Exactly those PPA's shouldn't be a problem. I've made many upgrades of Ubuntu throughout the years and always had dozens of PPA's which upgrade-manager simply disabled on it's own.

Also if you have many programs installed I definitely discourage you from upgrading with Live image. I've made upgrade that way for the first and last time about a week ago. This removed all my custom installed programs including things like Synaptic, gdebi, htop and so on... Before I started the upgrade I had 2,5 GB o free space on my root partition when the thing completed there was more then 10 GB of free space. Basically what you will get in that upgrade process is only the core Ubuntu upgraded and all other things removed.
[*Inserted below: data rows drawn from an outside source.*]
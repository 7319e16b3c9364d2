"""`fieldlog report`: not built yet."""

from __future__ import annotations

import argparse
import sys


def add_parser(sub: argparse._SubParsersAction) -> None:
    """Register `fieldlog report`."""
    p = sub.add_parser("report", help="(not built yet)")
    p.add_argument("rest", nargs="*")
    p.set_defaults(run=run)


def run(args: argparse.Namespace) -> int:
    """Not built yet."""
    print("fieldlog: 'report' is not built yet", file=sys.stderr)
    return 2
No more upgrades this way for me.

----------


## craig10x

@ Mateusz Stachowski:  Interesting...well using the iso installer upgrade method was my first shot at doing an upgrade...and i had added programs like pidgin, synaptic, psensor, vlc even k3b (a kde program!) and they all came over in the upgrade...Only thing that did not make it through was Google Chrome (had to re-install, though it remembered my settings on it) and i noticed the MS Core Fonts weren't working so i removed it and re-installed it and then they were fine...

All my data transferred in (music, photos, documents) and even most of system settings like appearance theme, auto-hide, pixel size of unity icons, etc...a few system settings returned to default like Volume Control...and a few others...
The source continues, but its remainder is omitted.